▶ _MATERIALS PROVIDED_:
◆ ◆ ◆ ◆ ◆ ◆ ◆

Every bracket comes from the physics, written beside each solver: at fixed P, h and s rise
with T (cp > 0); at fixed v, u rises with T (cv > 0); at fixed T, s rises with v (Maxwell:
(ds/dv)_T = (dP/dT)_v > 0) and h has at most one minimum in v (where mu_JT = 0); at fixed
s, h rises with P ((dh/dP)_s = v > 0). The two-phase segment of each is solved for the
quality in closed form, since h, s and u are linear in quality (lever rule).

References
----------
Michelsen, M. L. & Mollerup, J. M. (2007), Thermodynamic Models: Fundamentals and
Computational Aspects, 2nd ed., ch. 2 (the property relations) and ch. 3.
Chandrupatla, T. R. (1997), Adv. Eng. Software 28, 145-149 (the bracketed root finder).
"""

from __future__ import annotations

import numpy as np

from ..errors import DomainError, InputError
from ..models import R
from ..roots import find_root
from ._problems import Problems
from .cubic import model_roots, model_stable_roots
from .knowns import _energy_quote, _unit
from .pairs_volume import _from_T_v, _lowest_saturation_temperature, _no_saturation_reason
from .phases import _single_phase
from .results import _caloric_on_reference, _joined_convergence, _record_part, mixture_caloric
from .saturation import saturation_pressure, saturation_temperature

def _coldest_temperature(model):
    """The cold end [K] of the energy inversions' brackets: as cold as the model's saturation
    reaches, and no colder than half the triple point (1 K for the ideal gas)."""
    if not model.has_saturation:
        return 1.0
    from .saturation import lowest_saturation_temperature

    return max(1.01 * lowest_saturation_temperature(model), 0.5 * (model.fluid.T_triple or 0.2 * model.fluid.Tc))


def _known_ends(f):
    """f(x, *args) for a bracketed root finder whose ends were solved already: called as
    f(x, *args, x_lo, f_lo, x_hi, f_hi), it returns f_lo at x == x_lo and f_hi at x == x_hi
    and calls f at the other x only (the finder's start evaluates both ends again)."""
    def with_ends(x, *rest):
        *args, x_lo, f_lo, x_hi, f_hi = rest
        known = (x == x_lo) | (x == x_hi)
        out = np.where(x == x_hi, f_hi, f_lo).astype(float)
        if not np.all(known):
            new = ~known
            out[new] = f(x[new], *(a[new] if isinstance(a, np.ndarray) and a.ndim else a for a in args))
        return out
    return with_ends


def _from_P_energy(model, flat, problems, branch, name):
    """(P, h) or (P, s) -> T: at fixed P both rise with T (dh/dT = cp > 0, ds/dT = cp/T), so
    each phase's segment is bracketed: below P_c, liquid from the model's lowest temperature
    to T_sat(P), the two-phase segment in closed form (quality by the lever rule on h or s),
    vapor from T_sat up; at or above P_c one segment on the stable root.
    """
    caloric = _caloric_on_reference   # h and s as the user reads them: on the model's reference state
    P, target = flat["P"], flat[name]
    n = P.size
    T, quality = np.full(n, np.nan), np.full(n, np.nan)
    v, v_l, v_v = np.full(n, np.nan), np.full(n, np.nan), np.full(n, np.nan)
    Tc, Pc = model.fluid.Tc, model.fluid.Pc
    T_lo = _coldest_temperature(model)
    segment = np.full(n, "stable", dtype=object)
    lo, hi = np.full(n, T_lo), np.full(n, 4.0 * Tc)
    sub = (P < Pc) & model.has_saturation
    quote = _energy_quote(model, name)
    scalar = problems.shape == ()   # a scalar solve keeps its finder's trace
    saturation_record = None   # a two-phase state's quality rests on the saturation temperature's iteration
    if np.any(sub):
        i = np.flatnonzero(sub)
        T_sat, vl, vv, saturation = saturation_temperature(model, P[i], strict=False)
        e_l = getattr(caloric(model, T_sat, vl, P[i]), name)
        e_v = getattr(caloric(model, T_sat, vv, P[i]), name)
        edge = 1e-10 * np.abs(e_v - e_l)   # on the saturated ends within rounding: quality 0 or 1
        two = (target[i] >= e_l - edge) & (target[i] <= e_v + edge)
        k = i[two]
        saturation_record = _record_part(saturation, two, i)
        quality[k] = np.clip((target[k] - e_l[two]) / (e_v[two] - e_l[two]), 0.0, 1.0)
        T[k], v_l[k], v_v[k] = T_sat[two], vl[two], vv[two]
        v[k] = vl[two] + quality[k] * (vv[two] - vl[two])
        below, above = target[i] < e_l - edge, target[i] > e_v + edge
        segment[i[below]], hi[i[below]] = "liquid", T_sat[below]
        segment[i[above]], lo[i[above]] = "vapor", T_sat[above]
        no_sat = i[~np.isfinite(T_sat)]
        problems.flag_at(no_sat, [f"no saturation temperature from {model.name} at P = {P[k]:.6g} Pa, so the "
                                  f"phase at this {name} cannot be placed." for k in no_sat])
    single = ~np.isfinite(quality) & problems.ok
    scale = R * Tc if name == "h" else R
    convergence = None

    def branch_volume(Tx, Px, seg):
        roots = model_roots(model, Tx, Px)
        first = roots[:, 0]
        last = np.where(np.isfinite(roots[:, 2]), roots[:, 2], roots[:, 0])
        stable = model_stable_roots(model, Tx, Px)[2] if np.any(seg == "stable") else first
        return np.where(seg == "liquid", first, np.where(seg == "vapor", last, stable))

    def gap(Tx, Px, target_x, seg):
        vx = branch_volume(Tx, Px, seg)
        return (getattr(caloric(model, Tx, vx, Px), name) - target_x) / scale

    if np.any(single):
        j = np.flatnonzero(single)
        # the top end grows until the energy is passed (a hot gas), up to 64 Tc; each end's
        # gap is solved once and handed to the root finder (_known_ends)
        with np.errstate(all="ignore"):
            g_hi = gap(hi[j], P[j], target[j], segment[j])
            for _ in range(5):
                short = (g_hi < 0.0) & (segment[j] != "liquid")
                if not short.any():
                    break
                hi[j[short]] *= 2.0
                k = j[short]
                g_hi[short] = gap(hi[k], P[k], target[k], segment[k])
            g_lo = gap(lo[j], P[j], target[j], segment[j])
        outside = ~((g_lo <= 0.0) & (g_hi >= 0.0))

        def reach(x):   # the energies at the bracket's ends, in the same units as the value
            e_lo, e_hi = (target[j[x]] + g[x] * scale for g in (g_lo, g_hi))
            return f" (from {quote(e_lo)} to {quote(e_hi)})" if np.isfinite(e_lo) and np.isfinite(e_hi) else ""

        problems.flag_at(j[outside], [
            f"{name} = {quote(target[j[x]])} at P = {P[j[x]] / 1e5:.6g} bar ({P[j[x]]:.6g} Pa) lies outside "
            f"what {model.name} gives between {lo[j[x]]:.4g} K and {hi[j[x]]:.4g} K{reach(x)}; check the value, "
            "its unit and its reference state." for x in np.flatnonzero(outside)], kind=DomainError)
        inside = ~outside
        j, g_lo, g_hi = j[inside], g_lo[inside], g_hi[inside]
        if j.size:
            result = find_root(_known_ends(gap), bracket=(lo[j], hi[j]),
                               args=(P[j], target[j], segment[j], lo[j], g_lo, hi[j], g_hi), xtol=0.0,
                               rtol=4.0 * np.finfo(float).eps, maxiter=200, trace=scalar)
            ok = np.asarray(result.converged)
            convergence = (result, j)
            T[j[ok]] = np.asarray(result.root)[ok]
            v[j[ok]] = branch_volume(T[j[ok]], P[j[ok]], segment[j[ok]])
            problems.flag_at(j[~ok], [f"the temperature at P = {P[k]:.6g} Pa and {name} = {quote(target[k])} "
                                      "did not converge." for k in j[~ok]])
    T_safe = np.where(np.isfinite(T), T, Tc)
    phase = np.asarray(_single_phase(model, T_safe, P, np.where(np.isfinite(v), v, 1.0)), dtype=object)
    phase[np.isfinite(quality)] = "two-phase"
    return dict(T=T, P=P, v=v, phase=phase, quality=quality, v_liquid=v_l, v_vapor=v_v,
                roots=model_roots(model, T_safe, P), convergence=_joined_convergence(saturation_record, convergence))


def _from_u_v(model, flat, problems, branch=None):
    """(u, v) -> T: at fixed v, u rises with T (du/dT = cv > 0, also across the dome, where the
    lever-rule u of a (T, v) state keeps rising), so T is bracketed between a cold and a hot
    end and every trial temperature is one vectorized (T, v) solve.
    """
    v, target = flat["v"], flat["u"]
    Tc = model.fluid.Tc
    T_lo = _coldest_temperature(model)
    scale = R * Tc

    def gap(Tx, vx, ux):
        parts = _from_T_v(model, {"T": Tx, "v": vx}, Problems(Tx.size, Tx.shape, strict=False))
        u = _parts_caloric(model, parts).u
        return (np.where(np.isfinite(parts["P"]) & (parts["P"] > 0.0), u, np.nan) - ux) / scale

    lo, hi = np.full(v.shape, T_lo), np.full(v.shape, 4.0 * Tc)
    with np.errstate(all="ignore"):
        for _ in range(5):   # a very hot target: double the top end, up to 64 Tc
            short = ~(gap(hi, v, target) >= 0.0)
            if not short.any():
                break
            hi[short] *= 2.0
        g_lo = gap(lo, v, target)
    # where even the cold end's pressure is not above zero (a liquid volume on a cold
    # isotherm's loop) move it up until the (T, v) state exists
    for _ in range(20):
        bad = ~np.isfinite(g_lo)
        if not bad.any():
            break
        lo[bad] = lo[bad] + 0.05 * (hi[bad] - lo[bad])
        with np.errstate(all="ignore"):
            g_lo[bad] = gap(lo[bad], v[bad], target[bad])
    with np.errstate(all="ignore"):
        g_hi = gap(hi, v, target)
    outside = ~((g_lo <= 0.0) & (g_hi >= 0.0))
    j = np.flatnonzero(outside)
    quote = _energy_quote(model, "u")

    def reach(k):   # u at the bracket's ends, in the same units as the value
        u_lo, u_hi = target[k] + g_lo[k] * scale, target[k] + g_hi[k] * scale
        return f" (from {quote(u_lo)} to {quote(u_hi)})" if np.isfinite(u_lo) and np.isfinite(u_hi) else ""

    problems.flag_at(j, [f"u = {quote(target[k])} at v = {v[k]:.6g} m³/mol "
                         f"({model.fluid.molar_mass / v[k]:.6g} kg/m³) lies outside what {model.name} gives between {lo[k]:.4g} K and {hi[k]:.4g} K{reach(k)}; "
                         "check the value, its unit and its reference state." for k in j], kind=DomainError)
    T = np.full(v.shape, np.nan)
    go = np.flatnonzero(~outside)
    convergence = None
    if go.size:
        result = find_root(gap, bracket=(lo[go], hi[go]), args=(v[go], target[go]), xtol=0.0,
                           rtol=4.0 * np.finfo(float).eps, maxiter=200, trace=problems.shape == ())
        convergence = (result, go)
        ok = np.asarray(result.converged)
        T[go[ok]] = np.asarray(result.root)[ok]
        problems.flag_at(go[~ok], [f"the temperature at u = {quote(target[k])}, v = {v[k]:.6g} m³/mol did not "
                                   "converge." for k in go[~ok]])
    done = _from_T_v(model, {"T": np.where(np.isfinite(T), T, Tc), "v": v}, Problems(v.size, v.shape, strict=False))
    done["T"] = T
    done["convergence"] = convergence
    return done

◆ ◆ ◆ ◆ ◆ ◆ ◆

▶ _THE TASK_:
How many lines of the listing above contain the string "DomainError"? Only the number is wanted.

▶ _RESPONSE BELOW_:
3